__Work to complete__: Retype, word for word, only the lines from the one with "half]), feature.width_mm / 2" through the last line of the data below.

__Source information__:
• • • • •

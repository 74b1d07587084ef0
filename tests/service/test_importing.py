"""What is imported when: nothing heavy before it is used, and the computation whole by whoever asks first."""

import subprocess
import sys

# What takes long to import, and whose only use is in a part of the computation or a setting that may not be asked for.
NOT_FOR_THE_WEB = frozenset({"reportlab", "ezdxf", "scipy", "fontTools", "alembic", "botocore", "s3fs"})
HEAVY = NOT_FOR_THE_WEB | {"mido", "highspy", "numpy", "shapely", "pydantic", "sqlalchemy", "flask", "jinja2", "orjson"}

# Several threads begin at one moment, as the first requests of a service under load do; each part of the computation
# comes to the libraries for drawings by another way.
ALL_AT_ONCE = """
import sys, threading
from service.computation import check_tune, sheet_files_of, trial_files
from service.limits import Limits

sys.setswitchinterval(1e-5)
asks = (Limits().told, lambda: check_tune(b"", None), lambda: sheet_files_of(None), lambda: trial_files(None, None)) * 2
barrier, failed = threading.Barrier(len(asks)), []

def first(ask):
    barrier.wait()
    try:
        ask()
    except ImportError as fault:
        failed.append(str(fault))
    except Exception:
        pass  # it was imported, and took what it was given for none of its own

threads = [threading.Thread(target=first, args=(ask,)) for ask in asks]
[thread.start() for thread in threads]
[thread.join() for thread in threads]
print(failed)
"""


def test_first_requests_that_come_at_once_all_find_the_computation_whole() -> None:
    told = subprocess.run([sys.executable, "-c", ALL_AT_ONCE], check=True, capture_output=True, text=True)

    assert told.stdout == "[]\n"


def imported_after(statement: str) -> set[str]:
    """The names of all modules in a new process after a statement."""
    asked = [sys.executable, "-c", f"{statement}; import sys; print(*sys.modules)"]
    return set(subprocess.run(asked, check=True, capture_output=True, text=True).stdout.split())


def test_importing_layout_imports_nothing_that_takes_long() -> None:
    assert HEAVY & imported_after("import layout") == set()


def test_the_web_is_imported_without_what_only_planning_needs() -> None:
    assert NOT_FOR_THE_WEB & imported_after("import service.app") == set()
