"""What a process and its computing child tell each other: JSON, which cannot run anything in whoever reads it.

Bytes of files stand behind it, one after the other, as long as it says.
"""

import json
import struct
from collections.abc import Mapping, Sequence
from dataclasses import asdict, dataclass, field, replace
from enum import StrEnum
from typing import Any

from layout.documents import Cutter, Movement, Settings
from layout.documents.movement import movement_from_values, values_of_movement
from layout.errors import LayoutError
from service.computing.errors_told import error_from_told, told_of_error

LENGTH = struct.Struct(">Q")


class Want(StrEnum):
    """What is asked of a child."""

    DISCS = "discs"  # the tune laid out, and what each disc tells
    TOLD = "told"  # what one disc tells, marked as not good to cut
    FILES = "files"  # the files of one disc


class Kind(StrEnum):
    """What an answer of a child is."""

    WARM = "warm"  # everything is imported; it waits to be asked
    DONE = "done"
    REFUSED = "refused"  # the computation raised an error of its own
    TOO_LARGE = "too large"  # it would take more memory than it may
    FAILED = "failed"  # the program itself is at fault


@dataclass(frozen=True, slots=True, kw_only=True)
class ChildSetup:
    """What a child is told once.

    Attributes:
        planner: The module of the computation, by its import path.
        memory_mib: MiB that one piece of work may take beyond what the child has.
    """

    planner: str
    memory_mib: int


@dataclass(frozen=True, slots=True, kw_only=True)
class Work:
    """What is laid out.

    Attributes:
        tune: The MIDI file.
        movement: The movement.
        cutter: The cutter.
        settings: What the maker asks for.
        is_timed: Whether the settings' limit of time holds.
        most_s: Seconds that the search may take where the settings allow more; None for as long as these say.
    """

    tune: bytes
    movement: Movement
    cutter: Cutter
    settings: Settings
    is_timed: bool
    most_s: float | None


@dataclass(frozen=True, slots=True, kw_only=True)
class Asked:
    """What a child is asked.

    Attributes:
        want: What is wanted.
        work: Of what.
        name: Under which the child keeps the discs for a while, so as not to lay them out again; each work another.
        disc_number: Of which disc, from 1; of no meaning for Want.DISCS.
        not_good: The reason to have cutting files although an error-level finding stands, or None.
    """

    want: Want
    work: Work
    name: str
    disc_number: int = 1
    not_good: str | None = None


@dataclass(frozen=True, slots=True, kw_only=True)
class DiscTold:
    """A disc as a child tells of it.

    Attributes:
        title: Of the tune.
        fingerprint: Names the inputs.
        disc_number: From 1.
        disc_count: How many discs the tune is cut into.
        good_to_cut: Whether no error-level finding stands.
        stopped: What ended the search too early, or None.
        told: layout.json and report.json.
    """

    title: str
    fingerprint: str
    disc_number: int
    disc_count: int
    good_to_cut: bool
    stopped: str | None
    told: Mapping[str, bytes]


@dataclass(frozen=True, slots=True, kw_only=True)
class Answer:
    """What a child answers.

    Attributes:
        kind: What it is.
        discs: The discs laid out, in order; of Want.TOLD and Want.FILES the one asked for, where it had to be laid out.
        files: What was asked for of one disc.
        error: Why it was refused.
        trace: Where the program itself was at fault, for the log alone.
        resident_mib: MiB of memory that the child holds after it.
    """

    kind: Kind
    discs: tuple[DiscTold, ...] = ()
    files: Mapping[str, bytes] = field(default_factory=dict)
    error: LayoutError | None = None
    trace: str = ""
    resident_mib: float = 0.0


def setup_as_bytes(setup: ChildSetup) -> bytes:
    """A setup for a pipe."""
    return json.dumps(asdict(setup)).encode()


def setup_from_bytes(message: bytes) -> ChildSetup:
    """The setup that `setup_as_bytes` wrote."""
    return ChildSetup(**json.loads(message))


def asked_as_bytes(asked: Asked) -> bytes:
    """What is asked, for a pipe."""
    work = asked.work
    head = {
        "want": asked.want,
        "name": asked.name,
        "disc_number": asked.disc_number,
        "not_good": asked.not_good,
        "movement": values_of_movement(work.movement),
        "cutter": work.cutter.model_dump(mode="json"),
        "settings": work.settings.model_dump(mode="json"),
        "is_timed": work.is_timed,
        "most_s": work.most_s,
    }
    return _message(head, [work.tune])


def asked_from_bytes(message: bytes) -> Asked:
    """What `asked_as_bytes` wrote."""
    head, [tune] = _taken_apart(message)
    work = Work(
        tune=tune,
        movement=movement_from_values(head["movement"]),
        cutter=Cutter.model_validate(head["cutter"]),
        settings=Settings.model_validate(head["settings"]),
        is_timed=head["is_timed"],
        most_s=head["most_s"],
    )
    named = {name: head[name] for name in ("name", "disc_number", "not_good")}
    return Asked(want=Want(head["want"]), work=work, **named)


def answer_as_bytes(answer: Answer) -> bytes:
    """What is answered, for a pipe."""
    contents: list[bytes] = []

    def names(files: Mapping[str, bytes]) -> list[str]:
        contents.extend(files.values())
        return list(files)

    head = {
        "kind": answer.kind,
        "discs": [{**asdict(replace(disc, told={})), "told": names(disc.told)} for disc in answer.discs],
        "files": names(answer.files),
        "error": None if answer.error is None else told_of_error(answer.error),
        "trace": answer.trace,
        "resident_mib": answer.resident_mib,
    }
    return _message(head, contents)


def answer_from_bytes(message: bytes) -> Answer:
    """What `answer_as_bytes` wrote."""
    head, contents = _taken_apart(message)
    following = iter(contents)

    def files(names: Sequence[str]) -> dict[str, bytes]:
        return {name: next(following) for name in names}

    discs = tuple(DiscTold(**{**disc, "told": files(disc["told"])}) for disc in head["discs"])
    error = None if head["error"] is None else error_from_told(head["error"])
    told = {name: head[name] for name in ("trace", "resident_mib")}
    return Answer(kind=Kind(head["kind"]), discs=discs, files=files(head["files"]), error=error, **told)


def _message(head: dict[str, Any], contents: Sequence[bytes]) -> bytes:
    text = json.dumps({**head, "sizes": [len(content) for content in contents]}).encode()
    return b"".join([LENGTH.pack(len(text)), text, *contents])


def _taken_apart(message: bytes) -> tuple[dict[str, Any], list[bytes]]:
    [length] = LENGTH.unpack_from(message)
    at = LENGTH.size + length
    head: dict[str, Any] = json.loads(message[LENGTH.size : at])
    contents = []
    for size in head["sizes"]:
        contents.append(message[at : at + size])
        at += size
    return head, contents
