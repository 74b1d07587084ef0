"""A planner that computes nothing and tells what a disc costs."""

import json
from dataclasses import dataclass, field
from typing import Any

from tests.service.fakes import FakePlanner

# A disc's price as making.json tells it: 12.50 + 1.09 min × 1.80 = 1.962, so 1.96, + 4 × 0.05.
LINES = [
    {"name": "setup", "quantity": "1", "per": "disc", "rate": "12.50", "amount": "12.50"},
    {"name": "machine time", "quantity": "1.0900", "per": "min", "rate": "1.80", "amount": "1.96"},
    {"name": "pierces", "quantity": "4", "per": "pierce", "rate": "0.05", "amount": "0.20"},
]
PRICED: dict[str, Any] = {
    "price_lines": LINES,
    "total": "14.66",
    "currency": "EUR",
    "not_stated": [],
    "not_counted": [],
}


@dataclass
class PricingPlanner(FakePlanner):
    """A planner whose discs all have the same price, or none."""

    priced: dict[str, Any] = field(default_factory=lambda: PRICED)

    def files_of(self, laid_out: Any, *, not_good: str | None = None) -> dict[str, bytes]:
        files = super().files_of(laid_out, not_good=not_good)
        return {**files, "making.json": json.dumps(json.loads(files["making.json"]) | self.priced).encode()}
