"""From which strikes a press goes to each at the least cost: what its order is made shorter by."""

from dataclasses import dataclass

import numpy as np

from layout.mechanics.arrays import BoolArray, IntArray
from layout.mechanics.table import SHARES, Table

NEIGHBOURS = 16  # nearest strikes after which a run is tried
NO_STRIKE = -1  # where a way begins or ends
FIRST_WINDOW = 48  # strikes looked at before and behind each; most of a large disc find theirs among them
_CHUNK = 512  # rows of a table of costs held at once, so that memory stays small


@dataclass(frozen=True, slots=True, kw_only=True, eq=False)
class NearStrikes:
    """For each strike, where a way may come from: the strikes that cost least, the best first, then NO_STRIKE.

    Attributes:
        strike: Shape (n, k + 1).
        cost: Shape (n, k + 1). Of going from there to it; from NO_STRIKE 0.
    """

    strike: IntArray
    cost: IntArray


def near_strikes(table: Table) -> NearStrikes:
    """The NEIGHBOURS strikes from which each is reached at the least cost, the lower index first between equals.

    Only a window of strikes at angles round about is looked at. What lies outside it costs at least the turn to the
    window's nearer end; where that does not settle it, the window is doubled.

    Args:
        table: Two strikes or more.
    """
    count = len(table.turn_ticks)
    kept = min(NEIGHBOURS, count - 1)
    by_angle = np.argsort(table.turn_ticks, kind="stable")
    keys = np.empty((count, kept), dtype=np.int64)
    left, window = np.arange(count), max(FIRST_WINDOW, kept)
    while len(left):
        unsettled = []
        for begin in range(0, len(left), _CHUNK):
            some = left[begin : begin + _CHUNK]
            best, settled = _best_in_window(table, by_angle, some, window, kept)
            keys[by_angle[some]] = best
            unsettled.append(some[~settled])
        left, window = np.concatenate(unsettled), 2 * window
    nowhere = np.full((count, 1), NO_STRIKE)
    return NearStrikes(
        strike=np.concatenate([keys % count, nowhere], axis=1),
        cost=np.concatenate([keys // count, np.zeros_like(nowhere)], axis=1),
    )


def _best_in_window(
    table: Table, by_angle: IntArray, some: IntArray, window: int, kept: int
) -> tuple[IntArray, BoolArray]:
    """The best of each window: shape (m, k), cost · n + strike, rising; and shape (m,), whether none outside is better.

    Args:
        table: The strikes.
        by_angle: Shape (n,). The strikes in order of their angles.
        some: Shape (m,). Places in that order of the strikes to be reached.
        window: Strikes looked at before and behind each.
        kept: How many of them are wanted.
    """
    count = len(by_angle)
    sees_all = 2 * window + 1 >= count
    steps = np.arange(1, count) if sees_all else np.delete(np.arange(-window, window + 1), window)
    reached = by_angle[some]
    others = by_angle[(some[:, None] + steps) % count]
    # One whole number holds both the cost and the strike, so that no two are equal and the lower strike comes first.
    keys = table.cost(others, reached[:, None]) * count + others
    best = np.sort(np.partition(keys, kept - 1, axis=1)[:, :kept], axis=1)
    if sees_all:
        return best, np.ones(len(some), dtype=np.bool_)
    ends = table.turn_ticks[others[:, [0, -1]]]
    turned = np.mod((ends - table.turn_ticks[reached][:, None]) * (-1, 1), table.full_turn_ticks).min(axis=1)
    return best, best[:, -1] // count < SHARES * turned
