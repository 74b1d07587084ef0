"""How long a star wheel's point is at the damper before it lets the tooth go."""

import math

import numpy as np

from layout.documents.movement import Movement
from layout.mechanics.arrays import FloatArray, frozen_floats
from layout.mechanics.turning import Turning


def damper_touch_s(movement: Movement, turning: Turning) -> FloatArray:
    """From the touch of the damper to the release, shape (tracks,); 0 where no usable tooth of a track is damped.

    damper_arc_mm of travel on radius r takes arc·T/(2πr).

    Args:
        movement: For its dampers.
        turning: The movement's turning.
    """
    damped = movement.damped_tracks
    arc_mm = np.array([movement.damper_arc_mm if track.track in damped else 0.0 for track in movement.tracks])
    return frozen_floats(arc_mm * movement.revolution_s / (2 * math.pi * turning.radius_mm))
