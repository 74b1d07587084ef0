"""The blank's own features: the shape of each hole, slot or notch of a row."""

import math
from collections.abc import Iterator

import numpy as np
import shapely
from numpy.typing import NDArray
from shapely.geometry.base import BaseGeometry

from layout.documents.cutter import SAME_PLACE_MM
from layout.documents.feature import Feature
from layout.documents.movement import DiscBlank
from layout.mechanics.arrays import FloatArray


def feature_axes(angle_rad: float) -> tuple[FloatArray, FloatArray]:
    """Unit vectors outwards and anticlockwise along the circle at an angle."""
    cos, sin = math.cos(angle_rad), math.sin(angle_rad)
    return np.array([cos, sin]), np.array([-sin, cos])


def feature_core_mm(feature: Feature, angle_rad: float) -> tuple[BaseGeometry, float]:
    """One feature as a core and the radius it is grown by on all sides; distances are then exact.

    A hole is a point, a slot a straight line along its travel, a notch a rectangle, grown by 0.
    """
    out, along = feature_axes(angle_rad)
    centre = feature.radius_mm * out
    if feature.shape == "hole":
        return shapely.Point(*centre), feature.width_mm / 2
    if feature.shape == "slot" and feature.length_mm >= feature.width_mm:
        half = along * (feature.length_mm - feature.width_mm) / 2
        return shapely.LineString([centre - half, centre + half]), feature.width_mm / 2
    if feature.shape == "slot":  # longer across the radius than along the travel
        half = out * (feature.width_mm - feature.length_mm) / 2
        return shapely.LineString([centre - half, centre + half]), feature.length_mm / 2
    half_out, half_along = out * feature.width_mm / 2, along * feature.length_mm / 2
    corners = [centre - half_out - half_along, centre + half_out - half_along]
    return shapely.Polygon([*corners, centre + half_out + half_along, centre - half_out + half_along]), 0.0


def row_cores_mm(feature: Feature) -> tuple[NDArray[np.object_], float]:
    """The cores of a whole row, in the order of its angles, and the radius they are all grown by."""
    grown = [feature_core_mm(feature, math.radians(angle_deg)) for angle_deg in feature.angles_deg]
    return np.array([core for core, _ in grown], dtype=np.object_), grown[0][1]


def features_once(blank: DiscBlank) -> Iterator[tuple[Feature, float]]:
    """Every feature with its angle in degrees; one that two rows share comes once, as it is made once."""
    seen: set[tuple[bool | float, ...]] = set()
    for feature in blank.features:
        for angle_deg in feature.angles_deg:
            centre_mm = feature.radius_mm * feature_axes(math.radians(angle_deg))[0]
            place = (round(float(value) / SAME_PLACE_MM) for value in centre_mm)
            key = (feature.shape == "notch", feature.length_mm, feature.width_mm, *place)
            if key not in seen:
                seen.add(key)
                yield feature, angle_deg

• • • • •

__Written response__:
        return shapely.LineString([centre - half, centre + half]), feature.width_mm / 2
    if feature.shape == "slot":  # longer across the radius than along the travel
        half = out * (feature.width_mm - feature.length_mm) / 2
        return shapely.LineString([centre - half, centre + half]), feature.length_mm / 2
    half_out, half_along = out * feature.width_mm / 2, along * feature.length_mm / 2
    corners = [centre - half_out - half_along, centre + half_out - half_along]
    return shapely.Polygon([*corners, centre + half_out + half_along, centre - half_out + half_along]), 0.0


def row_cores_mm(feature: Feature) -> tuple[NDArray[np.object_], float]:
    """The cores of a whole row, in the order of its angles, and the radius they are all grown by."""
    grown = [feature_core_mm(feature, math.radians(angle_deg)) for angle_deg in feature.angles_deg]
    return np.array([core for core, _ in grown], dtype=np.object_), grown[0][1]


def features_once(blank: DiscBlank) -> Iterator[tuple[Feature, float]]:
    """Every feature with its angle in degrees; one that two rows share comes once, as it is made once."""
    seen: set[tuple[bool | float, ...]] = set()
    for feature in blank.features:
        for angle_deg in feature.angles_deg:
            centre_mm = feature.radius_mm * feature_axes(math.radians(angle_deg))[0]
            place = (round(float(value) / SAME_PLACE_MM) for value in centre_mm)
            key = (feature.shape == "notch", feature.length_mm, feature.width_mm, *place)
            if key not in seen:
                seen.add(key)
                yield feature, angle_deg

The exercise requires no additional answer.